Un hilo suelto en el tapiz del cosmos
- Omar Brest
- 4 nov
- 3 Min. de lectura
Estuve pensando que responder si alguien alguna vez me pregunta ¿Quién es Verónica Mar?.
La respuesta sería algo así:
Podría decir que es un fractal rodeado de espinas. No las esconde ni las disimula: están ahí, firmes, para custodiar algo sagrado, algo que no se entrega sin una pequeña herida de por medio. Hay belleza en eso. En su defensa natural, en la forma en que esas espinas resguardan el pulso íntimo de una criatura que habita el borde, el límite donde la luz se quiebra.
Durante este tiempo —casi un mes, aunque parezca un destello— compartí con ella muchas cosas: tiempo, kilómetros, trenes, autos, subtes, bares, papel y pluma, risas, sueños, y alguna que otra madrugada de esas que no se olvidan. Y aunque parezca mucho, apenas logré acercarme un poco a ese fractal, a esa estructura infinita que se repite y se expande con cada palabra suya. No es una queja, le diría, sino más bien un privilegio raro, como esos instantes donde el mundo se abre apenas lo suficiente para dejarte mirar adentro.
Verónica no camina como las personas: avanza por la calle como una gacela que conoce su territorio, y en mi casa se movía como un gato —silenciosa, atenta, letal—, capaz de ver lo que los demás no ven, de oler lo invisible. Pero quedarme en eso sería reducirla a una figura o un gesto. Porque además de todo eso, Verónica es una artista excepcional.
Compartimos cientos de kilómetros en esos días en Buenos Aires, y verla en movimiento era presenciar algo elemental. Su modo de buscar, de observar, de entregarse a la deriva del caos, de entretejer realidad y delirio hasta que todo se vuelve uno. Ella no registra el mundo: lo reconfigura. Construye con lo que existe y con lo que sólo vive en su cabeza llena de constelaciones. Tira de un hilo y, en lugar de desatar la maraña, la complica. Pero en esa complejidad aparece su magia. Escucharla hablar es como mirar cómo una tormenta organiza el cielo. Sus ideas nacen del aire, del sol, del perfume leve de las flores, de lo que flota en el tiempo. Es un tapiz tejido con miles de hilos arrebatados de un mundo que sólo existe para ella, un mundo que no puede ser traducido, apenas sentido a través de sus gestos y sus silencios.

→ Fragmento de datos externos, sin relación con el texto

// Plain-words cautions of a transient run: the hazards and model limits that applied at some time
// of it (enriched gas, pCO2, a probe blind to a starving region, the feed's volume, a saturated
// cascade, a cooling overload, O2-limited growth).
#pragma once

#include <string>
#include <vector>

#include "input/case.hpp"
#include "solver/oxygen/transient.hpp"

namespace oxystrat {

std::vector<std::string> transient_cautions(const Case& c, const TransientResult& r);

}  // namespace oxystrat
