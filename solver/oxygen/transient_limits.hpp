// What a transient run may ask for, checked before anything is built: a step long enough to make
// progress, and a run whose steps, zone-steps and stored fields fit a workstation. Without these
// `--step "1e-9 s"` ran for ever and `--fixed-step --step "1 ms"` for an hour meant millions of
// Newton solves and a trace of gigabytes.
#pragma once

#include "input/case.hpp"
#include "solver/oxygen/transient.hpp"

namespace oxystrat {

//! Shortest step [s]: far below the fastest time scale of the model (the controller acts every
//! 0.1 s at the least, the liquid in a zone is renewed in tenths of a second at the impeller).
inline constexpr double min_transient_step_s = 1e-3;
//! Most steps: each is a row of the trace kept in memory (some 200 bytes) and of trace.csv.
inline constexpr double max_transient_steps = 1e6;
//! Most zone-steps (steps x zones): about a microsecond each, so some three hours at this limit.
inline constexpr double max_transient_zone_steps = 1e10;
//! Most bytes of stored fields (output times x zones x 8 fields x 8 bytes).
inline constexpr double max_transient_field_bytes = 8.0 * 1024 * 1024 * 1024;

//! Throws CaseError naming the option (--step, --duration, --interval) when the step is shorter
//! than min_transient_step_s, or the run needs more steps (at least duration / step, adaptive or
//! not), zone-steps or field storage than the limits above. Builds the case's zone geometry.
void check_transient_size(const Case& c, const TransientOptions& o);

}  // namespace oxystrat
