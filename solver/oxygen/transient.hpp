// The oxygen field in time: dissolved O2 and CO2 in every zone evolve (implicit Euler on the same
// balances and analytic Jacobian as the steady solve; the gas, whose residence is seconds, is
// quasi-steady), with step changes at given times and a DO controller as plants run it: a PID loop
// on the DO at one probe zone, acting in cascade on speed, then gas flow, then O2 fraction, each
// within limits. The probe sees its zone only, so the loop can be satisfied while another part of
// the tank starves. A growing culture (culture.growth_rate_max) adds substrate and biomass per
// zone, carried by the liquid, with the [feed] entering at its own zone.
//
// Integrator (our choice, documented in docs/method.md, section 12): implicit Euler (BDF1) with the steady
// solver's analytic Jacobian, a variable step from the local error estimate (h/2)|x'_n+1 - x'_n|,
// and operator splitting: O2/CO2 at the culture of the old level, then substrate and biomass
// together at the new DO. First order and unconditionally stable, and every balance (O2,
// substrate, biomass) closes exactly at each step, which the tests check; CVODE's higher orders
// would buy little with the controller acting every few seconds and step events breaking the
// smoothness they rely on.
#pragma once

#include <functional>
#include <string>
#include <vector>

#include "input/case_reader.hpp"

namespace oxystrat {

struct TransientOptions {
  double duration_s = 3600.0;
  double step_s = 30.0;             //!< largest step [s] (the step when not adaptive)
  double output_interval_s = 60.0;  //!< fields stored every this long [s]
  double initial_do_mol_m3 = -1.0;  //!< < 0: start from the steady field of the initial settings
  bool adaptive = true;             //!< variable step from the local error estimate
  double tolerance = 1e-3;          //!< local error per step, relative (see error_reference) [-]
  //! Called after every accepted step with the time reached [s] (progress display).
  std::function<void(double)> progress;
};

struct TransientSample {
  double time_s = 0.0, step_s = 0.0;
  double probe_do = 0.0, do_min = 0.0, do_mean = 0.0, do_max = 0.0;  //!< [mol/m3]
  double speed_rps = 0.0, gas_normal_m3_s = 0.0, oxygen_fraction = 0.0;
  double controller_output = 0.0;                       //!< cascade position 0..3 [-]
  bool controller_at_top = false;                       //!< at the end of its last stage (as tuned then)
  double otr_mol_s = 0.0, our_mol_s = 0.0;              //!< vessel totals [mol/s]
  double cer_mol_s = 0.0;                               //!< CO2 evolution into the gas [mol/s]
  double pco2_max_pa = 0.0;                             //!< largest dissolved-CO2 partial pressure [Pa]
  double volume_below_critical = 0.0;                   //!< [-]
  double substrate_min = 0.0, substrate_mean = 0.0, substrate_max = 0.0;  //!< [kg/m3]
  double biomass_mean = 0.0;                            //!< [kg/m3]
  double growth_rate_mean = 0.0;                        //!< volume mean of mu [1/s]
  double feed_rate_m3_s = 0.0, fed_volume_m3 = 0.0;
  double heat_load_w = 0.0;                             //!< cooling duty required (heat_balance.hpp) [W]
};

//! Fields of every zone at one output time.
struct TransientFrame {
  double time_s = 0.0;
  std::vector<double> do_mol_m3, co2_mol_m3, cstar_mol_m3, kla_1_s, our_mol_m3_s;
  std::vector<double> substrate_kg_m3, biomass_kg_m3, growth_rate_1_s;  //!< empty without growth
};

struct TransientResult {
  std::vector<TransientSample> trace;  //!< every accepted step
  std::vector<TransientFrame> frames;  //!< every output interval
  int probe_zone = 0, feed_zone = -1;
  bool grows = false;
  int rejected_steps = 0, newton_iterations = 0;
  // O2 over the whole run [mol]: fed = out + taken up + (liquid content at end - at start).
  double o2_fed = 0.0, o2_out = 0.0, o2_taken_up = 0.0, o2_stored_change = 0.0;
  // Substrate and biomass over the run [kg]: fed = consumed + stored change; grown = stored change.
  double substrate_fed = 0.0, substrate_consumed = 0.0, substrate_stored_change = 0.0;
  double biomass_grown = 0.0, biomass_stored_change = 0.0;
  double working_volume_m3 = 0.0;
};

//! Runs the case's [control], [[event]], culture growth and [feed] from its initial operating point.
TransientResult run_transient(const LoadedCase& base, const std::vector<Override>& base_overrides,
                              const TransientOptions& opts);

}  // namespace oxystrat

A los pocos días dejé de intentar entenderla. Comprendí que su universo no fue hecho para ser descifrado, sino contemplado. Me dediqué a mirar, a escuchar, a dejar que sus palabras me empaparan. Era como estar en un delta, mirando el agua dividirse en brazos infinitos, sin saber dónde empieza ni termina el río, pero con los pies sumergidos en la tibieza justa de su corriente.
Su presencia no pesaba, aunque tenía la gravedad de un planeta. Era liviana como el viento caliente de diciembre, ese que arde apenas, anunciando lo inevitable. Verónica no se impone: te envuelve. Te atraviesa con la misma calma con la que un rayo de sol se cuela entre las persianas. Todo eso —esa manera de tocar el mundo sin romperlo, de encender la materia con la mirada— está en sus imágenes. En cómo compone, en cómo prepara sus fórmulas como una herborista del tiempo y la luz. No hace falta que lo diga: se ve.
En los últimos días de su visita, inventó un juego: cadáveres exquisitos escritos en bares porteños. En esos templos viejos donde el aire está hecho de historias y nicotina, donde cada taza conserva los restos de una conversación olvidada. Ahí, entre mesas rayadas y espejos empañados, mezclamos nuestros universos. Puede sonar exagerado, pero algo se fusionó entre sus palabras y las mías. Un intercambio invisible, una correspondencia secreta. Las frases iban y venían como botellas lanzadas al mar. Y cuando leía sus respuestas, arrancadas de su libreta —esa hojita que todavía guardo en la billetera como un talismán— sentía que algo hacía clic, que por un instante el cosmos se alineaba, y dos fragmentos de realidad se reconocían.
De todo este tiempo con Verónica, me queda la certeza de haber tocado un borde del misterio. Un roce, apenas, pero suficiente para entender que hay personas que existen en un plano distinto, donde la luz tiene otras leyes y el silencio su propia voz.
Y eso, lo sé, lo voy a guardar en algún rincón de mi propia galaxia. Donde laten las cosas que no se explican, pero se sienten para siempre.
Mañana me tocará despedirla.
Quién sabe si será un hasta luego o un punto final. Dejaré esa pregunta flotando, como una hoja en el agua, para que otro día, o tal vez otro yo, se anime a responderla.